--- ACTION ITEM ---
Report every line of the records that contains the word "FileIdentity".

--- DATA SHOWN ---
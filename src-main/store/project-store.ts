/**
 * The project store. A project file (extension PROJECT_EXTENSION) is one SQLite database.
 * The open document lives in an in-memory database; Save writes a complete, self-contained
 * copy to a temporary file in the target's folder, flushes it to disk and renames it over
 * the target in one step, so a crash during a save leaves the previous saved state intact
 * and no side files are ever needed. Open reads the file's bytes and checks them without
 * writing: the file on disk changes only on Save.
 *
 * The file is shared with other programs (a second window, the CLI, an SQLite browser, a
 * sync client), so open and save also guard it (see sharing.ts): a file with another
 * program's unfinished change beside it (a hot rollback journal or a write-ahead log) is
 * neither read nor replaced; the content identity read at open is compared at save, so a
 * newer version written by someone else is never silently replaced; and the save holds
 * SQLite's write lock on the old file while it renames, so a concurrent SQLite writer is
 * detected instead of losing its commit.
 */
import Database from 'better-sqlite3';
import {
  closeSync, existsSync, fsyncSync, linkSync, openSync, readdirSync, readFileSync, renameSync, statSync, unlinkSync, writeSync,
} from 'node:fs';
import { basename, dirname, join, resolve } from 'node:path';
import { PROJECT_EXTENSION } from '../../electron.config.ts';
import {
  DEFAULT_LIMITS, DEFAULT_PREFERENCES, type PartLibraryRow, type Requirements,
} from '../engine/model.ts';
import type { PlanResult } from '../engine/plan-types.ts';
import {
  checkLibraryShape, checkPlanShape, checkRequirementsShape, jsonTextProblem, type ProjectDocument, type StoredPlan,
} from './json-format.ts';
import { APPLICATION_ID, expectedTables, migrate, schemaVersion, userVersion } from './migrations.ts';
import {
  identityOf, lockForSave, sideFileProblem, SaveRefused, type FileIdentity,
} from './sharing.ts';
import { StoreError } from './store-error.ts';

export { PROJECT_EXTENSION, APPLICATION_ID, SaveRefused, StoreError, type FileIdentity };

export type OpenErrorKind =
  | 'not-found' | 'not-a-file' | 'unreadable' | 'too-large' | 'empty' | 'not-sqlite'
  | 'truncated' | 'corrupt' | 'foreign' | 'newer' | 'incomplete'
  /** Another program's unfinished change sits beside the file (hot journal, write-ahead log). */
  | 'side-file'
  /** Another program is writing the file right now. */
  | 'in-use';

/** Why a file cannot be opened: one kind and one clear sentence. The file is untouched. */
export class OpenError extends Error {
  constructor(readonly kind: OpenErrorKind, message: string, readonly path: string) {
    super(message.replace(/\s*\n\s*/g, ' '));
    this.name = 'OpenError';
  }
}


export interface StoreOptions {
  /** Clock for created/modified/computed times (tests pass a fixed one). */
  clock?: () => Date;
  /**
   * Content identity of the file at `path` this document was read from (a recovery copy
   * carries the one its original was opened with). Save to that path refuses when the
   * file no longer matches it.
   */
  baseline?: FileIdentity | null;
}

export interface SaveOptions {
  /**
   * The user explicitly agreed to replace whatever file is at the target (CLI `--force`,
   * a confirmed "replace?" in the window). Without it, Save As refuses an existing file
   * and Save refuses a file changed since it was read. Never overrides the side-file and
   * lock checks.
   */
  overwrite?: boolean;
}

/** A saved plan result as the store returns it. */
export interface SavedPlan extends StoredPlan {
  /** True when the requirements have changed since the plan was computed. */
  stale: boolean;
}

/** Largest project file we read (far above any real project). */
const MAX_FILE_BYTES = 1024 * 1024 * 1024;
const SQLITE_MAGIC = Buffer.from('SQLite format 3\0', 'latin1');

/** The starting content of a new project: one source, one domain, one mode, no loads. */
export function newRequirements(): Requirements {
  return {
    meta: { name: 'Untitled project', description: '', revision: 0 },
    sources: [{ id: 'src-1', name: 'Input', vNom: 12, vMin: 10.8, vMax: 13.2, currentLimit: 1 } as Requirements['sources'][number]],
    domains: [{ id: 'dom-1', name: 'Main', isolation: 'none', workingVoltage: 0 } as Requirements['domains'][number]],
    modes: [{ id: 'mode-1', name: 'Run', share: 1 } as Requirements['modes'][number]],
    loads: [],
    limits: { ...DEFAULT_LIMITS },
    preferences: { ...DEFAULT_PREFERENCES, weights: { ...DEFAULT_PREFERENCES.weights }, allowedKinds: [...DEFAULT_PREFERENCES.allowedKinds] },
  };
}

type Row = Record<string, unknown>;

/**
 * Parse one stored JSON value. `where` names the table, row and column. The same depth and
 * size limits as the JSON importer apply, checked on the text before parsing (no
 * recursion), so a hostile cell is refused here instead of overflowing the stack later.
 */
function parseJson(text: unknown, where: string): unknown {
  const t = String(text);
  const problem = jsonTextProblem(t);
  if (problem) throw new Error(`damaged value in ${where}: ${problem}`);
  try {
    return JSON.parse(t);
  } catch {
    throw new Error(`damaged value in ${where}`);
  }
}

/** Known fields first (in model order), then the extras kept from newer model versions. */
function withExtra(known: Row, extraText: unknown, where: string): Row {
  const extra = parseJson(extraText, where) as Row;
  return { ...known, ...extra, ...known };
}

function splitExtra(obj: Row, known: readonly string[]): string {
  const extra: Row = {};
  for (const [k, v] of Object.entries(obj)) if (!known.includes(k) && v !== undefined) extra[k] = v;
  return storableJson(extra, `extra fields of ${String(obj.id)}`);
}

/** JSON text of a value to store, refused (StoreError) when the reader would refuse it. */
function storableJson(value: unknown, what: string): string {
  let text: string;
  try {
    text = JSON.stringify(value);
  } catch (e) {
    throw new StoreError(`${what} refused: ${(e as Error).message}`);
  }
  const problem = jsonTextProblem(text);
  if (problem) throw new StoreError(`${what} refused: ${problem}`);
  return text;
}

let saveCounter = 0;

/** JSON with object keys sorted, so equal content compares equal whatever the key order. */
export function canonicalJson(x: unknown): string {
  return JSON.stringify(x, (_k, v: unknown) => {
    if (v && typeof v === 'object' && !Array.isArray(v)) {
      const o = v as Record<string, unknown>;
      return Object.fromEntries(Object.keys(o).sort().map((k) => [k, o[k]]));
    }
    return v;
  });
}
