/// A light structural check of `body` against `schema`: types, constants, every required
/// property present, no property the schema does not list, recursively. The full JSON Schema
/// validation is `tests/reference/check_openapi.py`'s.
fn check(doc: &Value, schema: &Value, body: &Value, at: &str, errors: &mut Vec<String>) {
    let schema = resolve(doc, schema);
    if schema == &Value::Bool(true) {
        return;
    }
    for key in ["oneOf", "anyOf"] {
        if let Some(alts) = schema[key].as_array() {
            let fits = alts.iter().any(|alt| {
                let mut e = Vec::new();
                check(doc, alt, body, at, &mut e);
                e.is_empty()
            });
            if !fits {
                errors.push(format!("{at}: fits none of {key} {alts:?}: {body}"));
            }
        }
    }
    for alt in schema["allOf"].as_array().into_iter().flatten() {
        check(doc, alt, body, at, errors);
    }
    let types: Vec<&str> = match &schema["type"] {
        Value::String(t) => vec![t.as_str()],
        Value::Array(ts) => ts.iter().filter_map(Value::as_str).collect(),
        _ => vec![],
    };
    if !types.is_empty() && !types.iter().any(|t| has_type(body, t)) {
        errors.push(format!("{at}: {body} is not {types:?}"));
        return;
    }
    if let Some(c) = schema.get("const")
        && c != body
    {
        errors.push(format!("{at}: {body} is not {c}"));
    }
    match body {
        Value::Object(m) => {
            for r in schema["required"].as_array().into_iter().flatten() {
                let r = r.as_str().unwrap_or_default();
                if !m.contains_key(r) {
                    errors.push(format!("{at}: required property {r:?} missing"));
                }
            }
            let props = schema["properties"].as_object();
            for (k, v) in m {
                match props.and_then(|p| p.get(k)) {
                    Some(p) => check(doc, p, v, &format!("{at}.{k}"), errors),
                    None => match schema.get("additionalProperties") {
                        Some(extra) => check(doc, extra, v, &format!("{at}.{k}"), errors),
                        None if props.is_some() => {
                            errors.push(format!("{at}: property {k:?} is not documented"))
                        }
                        None => {}
                    },
                }
            }
        }
        Value::Array(a) => {
            for (i, x) in a.iter().enumerate() {
                let item = schema["prefixItems"].get(i).or_else(|| schema.get("items"));
                if let Some(item) = item {
                    check(doc, item, x, &format!("{at}[{i}]"), errors);
                }
            }
        }
        _ => {}
    }
}

fn documented<'a>(doc: &'a Value, x: &Sample) -> &'a Value {
    let op = &doc["paths"][x.template][x.method.as_str().to_lowercase()];
    assert!(
        op.is_object(),
        "{} {} is not documented",
        x.method,
        x.template
    );
    let r = &op["responses"][x.status.as_str()];
    assert!(
        r.is_object(),
        "{} {} answered {}, which is not documented",
        x.method,
        x.template,
        x.status
    );
    r
}

fn reference_dir() -> std::path::PathBuf {
    std::path::Path::new(env!("CARGO_MANIFEST_DIR")).join("tests/reference")
}

/// Runs the scenario on a fresh SQLite server and holds every response to the document the
/// same server serves.
#[tokio::test(flavor = "multi_thread", worker_threads = 2)]
async fn served_responses_match_the_document() {
    let Some((s, _db)) = server(Db::Sqlite, "served_responses_match_the_document").await else {
        return;
    };
    let samples = scenario(&s).await;
    let doc = samples
        .iter()
        .find(|x| x.template == "/api/openapi.json")
        .map(|x| x.body.clone())
        .expect("the document was fetched");

    let mut errors = Vec::new();
    for x in &samples {
        let r = documented(&doc, x);
        let content = &r["content"];
        if x.content_type.starts_with("application/json") {
            let schema = &content["application/json"]["schema"];
            assert!(
                schema.is_object(),
                "{} {} {}: a JSON body, documented as {content}",
                x.method,
                x.template,
                x.status
            );
            let at = format!("{} {} {}", x.method, x.template, x.status);
            check(&doc, schema, &x.body, &at, &mut errors);
        } else {
            assert!(
                content.get(&x.content_type).is_some(),
                "{} {} {}: {} is not a documented media type ({content})",
                x.method,
                x.template,
                x.status,
                x.content_type
            );
        }
        if r["headers"].get("ETag").is_some() {
            assert!(
                x.etag.is_some(),
                "{} {}: ETag documented but not sent",
                x.method,
                x.template
            );
        }
    }
    assert!(errors.is_empty(), "{}", errors.join("\n"));

    // Every documented operation and success status was seen, so nothing above was vacuous.
    for (path, item) in doc["paths"].as_object().into_iter().flatten() {
        for (method, op) in item.as_object().into_iter().flatten() {
            for status in op["responses"]
                .as_object()
                .into_iter()
                .flatten()
                .map(|(k, _)| k)
            {
                if status.starts_with('2') {
                    assert!(
                        samples.iter().any(|x| x.template == path
                            && x.method.as_str().eq_ignore_ascii_case(method)
                            && x.status.as_str() == status),
                        "{method} {path} {status} was never seen"
                    );
                }
            }
        }
    }

    // Every documented 304 happens: the same request again with the ETag it answers now.
    let viewer = s.token("openapi", "viewer");
    for x in samples.iter().filter(|x| x.status == StatusCode::OK) {
        let r = &doc["paths"][x.template][x.method.as_str().to_lowercase()]["responses"];
        if r.get("304").is_none() {
            continue;
        }
        let now = s
            .client
            .request(x.method.clone(), s.url(&x.path))
            .bearer_auth(&viewer)
            .send()
            .await
            .expect("fetch again");
        let tag = etag(&now).expect("a 304-capable response has an ETag");
        let resp = s
            .client
            .request(x.method.clone(), s.url(&x.path))
            .bearer_auth(&viewer)
            .header("if-none-match", &tag)
            .send()
            .await
            .expect("revalidate");
        assert_eq!(resp.status(), StatusCode::NOT_MODIFIED, "{}", x.path);
    }

    let form = goalsmith::api::openapi::reference_form(&doc);
    let dir = reference_dir();
    if std::env::var("GOALSMITH_WRITE_REFERENCE").is_ok_and(|v| v == "1") {
        // The document is validated on its own; its copy here would only repeat it.
        let listed: Vec<Value> = samples
            .iter()
            .filter(|x| x.content_type.starts_with("application/json"))
            .filter(|x| x.template != "/api/openapi.json")
            .map(|x| {
                let mut v = json!({
                    "method": x.method.as_str().to_lowercase(),
                    "path": x.template,
                    "status": x.status.as_u16(),
                    "body": x.body,
                });
                if let Some(r) = &x.request {
                    v["request"] = r.clone();
                }
                v
            })
            .collect();
        let mut text = serde_json::to_string_pretty(&listed).expect("serialise samples");
        text.push('\n');
        std::fs::write(dir.join("openapi_responses.json"), text).expect("write responses");
        std::fs::write(dir.join("openapi.json"), &form).expect("write the document");
    } else {
        let committed = std::fs::read_to_string(dir.join("openapi.json")).unwrap_or_default();
        assert!(
            committed == form,
            "the served document differs from tests/reference/openapi.json: regenerate with \
             GOALSMITH_WRITE_REFERENCE=1 cargo test --test it openapi, then \
             python3 tests/reference/check_openapi.py, and commit the results"
        );
    }
}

--- ANSWER TO THIS TASK ---
  identityOf, lockForSave, sideFileProblem, SaveRefused, type FileIdentity,
export { PROJECT_EXTENSION, APPLICATION_ID, SaveRefused, StoreError, type FileIdentity };
  baseline?: FileIdentity | null;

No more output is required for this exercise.